I presume so, but @sklabnik or @signalnerve could confirm or deny. Don’t know that exactly myself.

is it not recommended to have/hard code auth creds in a worker’s code?

That isn’t an issue since the code is not user readable.

I strongly disagree here. While you are correct that the worker’s code isn’t readable, there’s more to it than that. While the V8 engine provides isolation, and some security guarantees, it doesn’t protect you from generic protocol abuse. e.g. I direct https://api.example.com/v1/fetch_val/* to my script. If my script takes the last component from the URL, and treats it as a variable, returning the value held in that variable, you just gave up the keys to controlling all aspects of your CF account. :frowning:

The example I list above isn’t meant to be realistic, rather, it’s just a naive example of how your API keys could be compromised without exploiting any code vulnerabilities. The more complicated the protocol, the more possible it becomes.
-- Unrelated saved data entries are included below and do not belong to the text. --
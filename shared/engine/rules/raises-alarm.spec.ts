import { test } from 'vitest';
import { checkRule } from '../testing/check-rule';
import { raisesAlarm } from './raises-alarm';

const MACRO = { controller: { language: 'custom-macro' } };

test('finds an alarm and judges nothing after it', () => {
  checkRule(
    raisesAlarm,
    MACRO,
    `
G21 G90 G54
#3000=1 (NO TOOL)
^^^^^^^ raises-alarm: The program raises an alarm here (#3000), and nothing after it is carried out.
#3000=2
M30
`,
  );
});

test('finds a code that the setup declares as an alarm', () => {
  checkRule(
    raisesAlarm,
    { controller: { codes: [{ code: 'M250', does: 'alarm' }] } },
    `
G21 G90 G54
M250
^^^^ raises-alarm: The program raises an alarm here (M250), and nothing after it is carried out.
M30
`,
  );
});

test('stays silent where nothing is raised', () => {
  checkRule(raisesAlarm, MACRO, 'G21 G90 G54\n#3000=0\n#300=1\n(#3000=1)\nM30\n');
  // The published language has no such parameter of the controller.
  checkRule(raisesAlarm, {}, 'G21 G90 G54\n#3000=1\nM30\n');
});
Ultimately, it’s a risk assessment by the developers / management / customer etc. KVSTORE.list() went a long way towards removing the most frequent need for such workarounds. But as you rightly mention, bulk reads and writes are still REST API-only. Which is unfortunate.
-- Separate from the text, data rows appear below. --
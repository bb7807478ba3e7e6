import { LETTER } from '../blocks/block';
import { GROUP, codeName } from '../blocks/code-groups';
import type { SettableState } from './events';
import { SETTING } from './machine';
import { tellProblem, type Run } from './run';

/** Steps of a block that only set a mode: no axis moves in any of them. */

export function applyFeedMode(run: Run): void {
  const { block, machine } = run;
  const code = block.codes[GROUP.feedMode]!;
  const mode = code === 930 ? 'inverse-time' : code === 950 ? 'per-revolution' : 'per-minute';
  setModal(run, 'feedMode', GROUP.feedMode, machine.feedMode, mode);
  machine.feedMode = mode;
}

/** F, in mm/min under G94; under G93 a rate, under G95 mm a turn: then it is kept as written in mm. */
export function applyFeed(run: Run): void {
  const { block, machine } = run;
  const written = block.value(LETTER.F);
  if (written < 0) return refuseNegative(run, 'F', written);
  const unit = block.hasGroup(GROUP.units) ? unitOf(block.codes[GROUP.units]!) : machine.unit;
  const feed = machine.feedMode === 'inverse-time' ? written : written * unit;
  if (feed !== machine.feed) {
    machine.feed = feed;
    machine.noteSet(SETTING.feed, block.wordOf[LETTER.F]!);
  }
}

export function applySpeed(run: Run): void {
  const { block, machine } = run;
  const speed = block.value(LETTER.S);
  if (speed < 0) return refuseNegative(run, 'S', speed);
  machine.speed = speed;
  machine.noteSet(SETTING.speed, block.wordOf[LETTER.S]!);
  if (machine.turning !== 'off' && !block.hasGroup(GROUP.spindle))
    run.tell.spindle({
      turning: machine.turning,
      speed,
      code: 'S',
      place: machine.place({ letters: 'S' }),
    });
}

function refuseNegative(run: Run, letter: string, value: number): void {
  tellProblem(
    run,
    'out-of-range-word',
    { letters: letter },
    {
      letter,
      what: letter,
      value,
      needs: 'not-negative',
    },
  );
}

export function applySpindle(run: Run): void {
  const { block, machine } = run;
  const code = block.codes[GROUP.spindle]!;
  machine.turning = code === 30 ? 'cw' : code === 40 ? 'ccw' : 'off';
  machine.noteSet(SETTING.spindle, block.codeWords[GROUP.spindle]!);
  const name = codeName('M', code);
  run.tell.spindle({
    turning: machine.turning,
    speed: machine.speed,
    code: name,
    place: machine.place({ letters: code === 50 ? '' : 'S', code: name }),
  });
}

export function applyCoolant(run: Run): void {
  const { block, machine } = run;
  const { coolant } = machine;
  const isOff = block.codes[GROUP.coolant] === 90;
  if (isOff) coolant.mist = coolant.flood = false;
  if (block.mist) coolant.mist = true;
  if (block.flood) coolant.flood = true;
  machine.noteSet(SETTING.coolant, block.codeWords[GROUP.coolant]!);
  const code = codeName('M', block.codes[GROUP.coolant]!);
  run.tell.coolant({ code, place: machine.place({ code }) });
}

export function applyPlane(run: Run): void {
  const { block, machine } = run;
  const index = block.codes[GROUP.plane]! / 10 - 17;
  const before = machine.plane;
  machine.planeIndex = index;
  setModal(run, 'plane', GROUP.plane, before, machine.plane);
}

export const unitOf = (code: number): number => (code === 200 ? 25.4 : 1);

export function applyUnits(run: Run): void {
  const { block, machine } = run;
  const before = machine.units;
  machine.unit = unitOf(block.codes[GROUP.units]!);
  setModal(run, 'units', GROUP.units, before, machine.units);
}

export function applyPath(run: Run): void {
  const { block, machine } = run;
  const code = codeName('G', block.codes[GROUP.path]!);
  setModal(run, 'path', GROUP.path, machine.path, code);
  machine.path = code;
}

export function applyDistance(run: Run): void {
  const { block, machine } = run;
  const before = machine.distance;
  machine.isAbsolute = block.codes[GROUP.distance] === 900;
  setModal(run, 'distance', GROUP.distance, before, machine.distance);
}

export function applyReturn(run: Run): void {
  const { block, machine } = run;
  const after = block.codes[GROUP.return] === 980 ? 'G98' : 'G99';
  setModal(run, 'return', GROUP.return, machine.returnTo, after);
  machine.returnTo = after;
}

/** Tells a mode word; its place is noted when it changes the mode or states it for the first time. */
export function setModal(
  run: Run,
  what: SettableState,
  group: number,
  from: string,
  to: string,
): void {
  const { block, machine } = run;
  const code = codeName('G', block.codes[group]!);
  if (from !== to || machine.setAt(what) === undefined)
    machine.noteSet(SETTING[what], block.codeWords[group]!);
  run.tell.modal({ what, from, to, place: machine.place({ code }) });
}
The potential failure modes are too high for my taste, so I always decide against it. CF has been very responsive to rolling out new KV features (like .list). So, hopefully, we won’t have to wait too long to get bulk read/write.

Thanks,

Jason.

Well, for one you should use a specific API key that can do only what you want it to do (there is a current public beta, as far as I know enabling that exactly) and second you should always check what you allow as incoming to the code…

Also this was a discussing about the specific issue of the API keys in the code, additional security measures are a different discussion altogether.

Not currently, although you can get the same behavior without needing to include any credentials in your script or wait on a network round trip to the central API by running something like:

var writePromises = [];
keyValuePairs.forEach((key, val) => {
  writePromises.push(kv.put(key, val));
});
await Promises.all(writePromises);

In general, we want to keep the API and the JS API at parity, but the JS API does lag behind. (See here for more on this)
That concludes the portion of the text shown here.